**Task objective:** Scan the records and identify every line in which the string "calls" occurs, then return those lines.

-=-=-

"""Atomicity: a failure or an interruption at any point of an import leaves the catalog as it was.

Each test fills a catalog, takes a full dump (every table, every column), injects a failure
inside a later import and compares the dump afterwards.
"""

from __future__ import annotations

import pytest

from partpick.catalog import merge, reading
from partpick.catalog.importer import import_catalog
from tests.conftest import CATALOG_DATA

SMALL = CATALOG_DATA / "inductors_small.csv"


class Injected(RuntimeError):
    """The failure the tests inject."""


def _changed_copy(write_csv):
    text = SMALL.read_text(encoding="utf-8").replace("4.6 A", "4.9 A")
    text += "QM-680-1040,Quillmark Magnetics,choke,68 uH,±20%,2.4 A,2.1 A,150 mOhm,,1040,"
    text += "10.5 mm,10.0 mm,4.0 mm,Yes,0.55,100,Active\n"
    return write_csv(text, "changed.csv")


def _fail_on_call(monkeypatch, module, name, call_number, error=Injected):
    original = getattr(module, name)
    calls = {"n": 0}

    def failing(*args, **kwargs):
        calls["n"] += 1
        if calls["n"] == call_number:
            raise error("injected failure")
        return original(*args, **kwargs)

    monkeypatch.setattr(module, name, failing)
    return calls


@pytest.mark.parametrize(
    ("module", "name", "call_number"),
    [
        (merge, "upsert_rows", 2),  # after the first chunk went into the parts table
        (merge.DuplicateFinder, "split", 3),  # while checking a later chunk
        (merge, "count_changes", 1),  # after every chunk was written
        (merge, "_upsert_sql", 2),  # building the statement of the second chunk
        (reading, "_validate", 3),  # while reading a later chunk
    ],
)
def test_failure_midway_leaves_the_catalog_unchanged(
    db_file, write_csv, catalog_dump, monkeypatch, module, name, call_number
):
    import_catalog(db_file, [SMALL], "inductor")
    before = catalog_dump(db_file)
    changed = _changed_copy(write_csv)
    calls = _fail_on_call(monkeypatch, module, name, call_number)
    with pytest.raises(Injected):
        import_catalog(db_file, [changed], "inductor", chunk_rows=2)
    assert calls["n"] >= call_number  # the failure really happened midway
    assert catalog_dump(db_file) == before


def test_interruption_leaves_the_catalog_unchanged(db_file, write_csv, catalog_dump, monkeypatch):
    import_catalog(db_file, [SMALL], "inductor")
    before = catalog_dump(db_file)
    _fail_on_call(monkeypatch, merge, "upsert_rows", 2, KeyboardInterrupt)
    with pytest.raises(KeyboardInterrupt):
        import_catalog(db_file, [_changed_copy(write_csv)], "inductor", chunk_rows=2)
    assert catalog_dump(db_file) == before


def test_failure_in_the_second_file_undoes_the_first(db_file, write_csv, catalog_dump, monkeypatch):
    before = catalog_dump(db_file)
    # count_changes runs once per file; the second call fails after the first file is written
    _fail_on_call(monkeypatch, merge, "count_changes", 2)
    with pytest.raises(Injected):
        import_catalog(db_file, [SMALL, _changed_copy(write_csv)], "inductor")
    assert catalog_dump(db_file) == before


def test_after_a_failure_the_same_import_succeeds(db_file, write_csv, monkeypatch):
    import_catalog(db_file, [SMALL], "inductor")
    changed = _changed_copy(write_csv)
    _fail_on_call(monkeypatch, merge, "upsert_rows", 1)
    with pytest.raises(Injected):
        import_catalog(db_file, [changed], "inductor")
    monkeypatch.undo()
    (report,) = import_catalog(db_file, [changed], "inductor")
    assert (report.added, report.updated, report.unchanged) == (1, 1, 5)


def test_failure_during_a_bulk_load_restores_the_identity_index(
    db_file, write_csv, catalog_dump, monkeypatch
):
    import sqlite3

    import_catalog(db_file, [CATALOG_DATA / "capacitors_small.csv"], "capacitor")
    before = catalog_dump(db_file)  # no inductors yet: the next import is a bulk load
    _fail_on_call(monkeypatch, merge, "insert_rows", 2)
    with pytest.raises(Injected):
        import_catalog(db_file, [SMALL], "inductor", chunk_rows=2)
    assert catalog_dump(db_file) == before
    names = {row[0] for row in sqlite3.connect(db_file).execute(
        "SELECT name FROM sqlite_master WHERE type = 'index'")}  # fmt: skip
    assert "uq_inductor_identity" in names


def test_failure_while_rebuilding_the_index_leaves_the_catalog_unchanged(
    db_file, catalog_dump, monkeypatch
):
    before = catalog_dump(db_file)
    _fail_on_call(monkeypatch, merge, "rebuild_identity_index", 1)
    with pytest.raises(Injected):
        import_catalog(db_file, [SMALL], "inductor")
    assert catalog_dump(db_file) == before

-=-=-

**Reply to the task:**
    calls = {"n": 0}
        calls["n"] += 1
        if calls["n"] == call_number:
    return calls
    calls = _fail_on_call(monkeypatch, module, name, call_number)
    assert calls["n"] >= call_number  # the failure really happened midway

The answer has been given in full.